_INSTRUCTIONS FOR THE TASK_
In the entries below, find the line with "export const ASSETS_DIR" and the line with "export const AREA_IDS"; give again those lines and every line between them, exactly.

---------- RECORDS FOR THE TASK

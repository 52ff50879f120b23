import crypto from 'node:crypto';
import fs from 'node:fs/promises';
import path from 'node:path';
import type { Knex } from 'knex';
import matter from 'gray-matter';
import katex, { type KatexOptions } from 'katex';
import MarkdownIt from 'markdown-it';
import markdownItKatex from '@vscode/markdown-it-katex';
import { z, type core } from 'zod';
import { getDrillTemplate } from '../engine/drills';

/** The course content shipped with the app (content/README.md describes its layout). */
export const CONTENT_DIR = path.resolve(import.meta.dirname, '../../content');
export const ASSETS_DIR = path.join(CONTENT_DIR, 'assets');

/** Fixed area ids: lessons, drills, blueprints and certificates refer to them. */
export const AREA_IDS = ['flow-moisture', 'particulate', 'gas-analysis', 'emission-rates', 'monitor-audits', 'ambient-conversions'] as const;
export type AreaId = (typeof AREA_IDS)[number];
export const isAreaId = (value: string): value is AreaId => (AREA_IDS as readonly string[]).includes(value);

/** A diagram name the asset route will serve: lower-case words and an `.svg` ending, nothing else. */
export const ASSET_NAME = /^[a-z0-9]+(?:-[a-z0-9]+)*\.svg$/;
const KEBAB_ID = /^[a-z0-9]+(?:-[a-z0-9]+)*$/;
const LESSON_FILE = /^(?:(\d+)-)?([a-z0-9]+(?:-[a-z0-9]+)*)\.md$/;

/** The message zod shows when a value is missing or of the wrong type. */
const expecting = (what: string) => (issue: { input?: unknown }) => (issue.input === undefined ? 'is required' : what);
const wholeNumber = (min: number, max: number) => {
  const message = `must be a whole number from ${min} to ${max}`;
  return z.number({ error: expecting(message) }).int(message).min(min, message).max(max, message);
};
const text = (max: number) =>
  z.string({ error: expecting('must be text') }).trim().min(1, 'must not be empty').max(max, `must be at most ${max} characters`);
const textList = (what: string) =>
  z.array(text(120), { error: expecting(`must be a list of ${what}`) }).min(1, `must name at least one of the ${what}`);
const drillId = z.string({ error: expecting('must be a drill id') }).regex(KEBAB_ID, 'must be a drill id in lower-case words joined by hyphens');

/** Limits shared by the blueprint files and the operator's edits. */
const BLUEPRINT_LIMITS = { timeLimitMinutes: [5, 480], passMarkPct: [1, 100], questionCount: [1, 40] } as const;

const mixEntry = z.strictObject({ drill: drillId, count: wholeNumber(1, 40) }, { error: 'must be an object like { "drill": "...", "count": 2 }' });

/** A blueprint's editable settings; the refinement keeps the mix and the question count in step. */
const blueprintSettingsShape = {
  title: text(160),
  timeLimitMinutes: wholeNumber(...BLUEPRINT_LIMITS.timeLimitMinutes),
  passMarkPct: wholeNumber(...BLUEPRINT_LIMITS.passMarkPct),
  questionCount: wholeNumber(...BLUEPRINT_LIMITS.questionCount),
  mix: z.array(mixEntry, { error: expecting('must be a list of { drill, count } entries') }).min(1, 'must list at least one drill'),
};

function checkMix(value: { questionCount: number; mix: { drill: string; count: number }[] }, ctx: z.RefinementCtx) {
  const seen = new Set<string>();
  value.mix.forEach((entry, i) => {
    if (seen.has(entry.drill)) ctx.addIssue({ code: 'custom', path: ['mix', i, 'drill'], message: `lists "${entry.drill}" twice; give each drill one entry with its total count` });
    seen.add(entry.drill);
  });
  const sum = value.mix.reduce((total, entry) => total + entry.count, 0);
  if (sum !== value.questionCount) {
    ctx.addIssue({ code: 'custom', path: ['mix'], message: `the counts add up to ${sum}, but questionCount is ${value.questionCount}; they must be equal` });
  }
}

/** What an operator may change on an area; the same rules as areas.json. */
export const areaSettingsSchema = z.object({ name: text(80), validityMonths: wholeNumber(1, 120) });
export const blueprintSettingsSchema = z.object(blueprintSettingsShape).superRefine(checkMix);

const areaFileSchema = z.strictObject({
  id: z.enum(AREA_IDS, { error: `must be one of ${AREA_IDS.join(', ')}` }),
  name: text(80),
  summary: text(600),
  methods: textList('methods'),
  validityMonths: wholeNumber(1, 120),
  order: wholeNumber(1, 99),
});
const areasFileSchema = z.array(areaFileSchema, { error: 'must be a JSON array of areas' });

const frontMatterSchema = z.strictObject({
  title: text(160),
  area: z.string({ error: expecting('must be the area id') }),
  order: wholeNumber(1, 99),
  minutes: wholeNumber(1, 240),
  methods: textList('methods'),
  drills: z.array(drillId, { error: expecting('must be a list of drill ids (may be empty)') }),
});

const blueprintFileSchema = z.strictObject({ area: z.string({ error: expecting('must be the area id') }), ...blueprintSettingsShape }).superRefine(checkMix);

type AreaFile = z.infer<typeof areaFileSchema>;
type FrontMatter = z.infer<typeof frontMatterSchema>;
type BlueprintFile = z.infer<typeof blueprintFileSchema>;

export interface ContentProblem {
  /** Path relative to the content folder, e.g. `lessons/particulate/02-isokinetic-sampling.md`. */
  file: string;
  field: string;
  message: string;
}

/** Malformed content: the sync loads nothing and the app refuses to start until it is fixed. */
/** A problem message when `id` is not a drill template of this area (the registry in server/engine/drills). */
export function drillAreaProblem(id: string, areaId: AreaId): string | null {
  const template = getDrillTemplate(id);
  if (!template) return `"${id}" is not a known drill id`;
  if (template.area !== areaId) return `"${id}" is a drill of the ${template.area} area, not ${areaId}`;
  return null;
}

--------------------

_EXERCISE OUTPUT_
export const ASSETS_DIR = path.join(CONTENT_DIR, 'assets');

/** Fixed area ids: lessons, drills, blueprints and certificates refer to them. */
export const AREA_IDS = ['flow-moisture', 'particulate', 'gas-analysis', 'emission-rates', 'monitor-audits', 'ambient-conversions'] as const;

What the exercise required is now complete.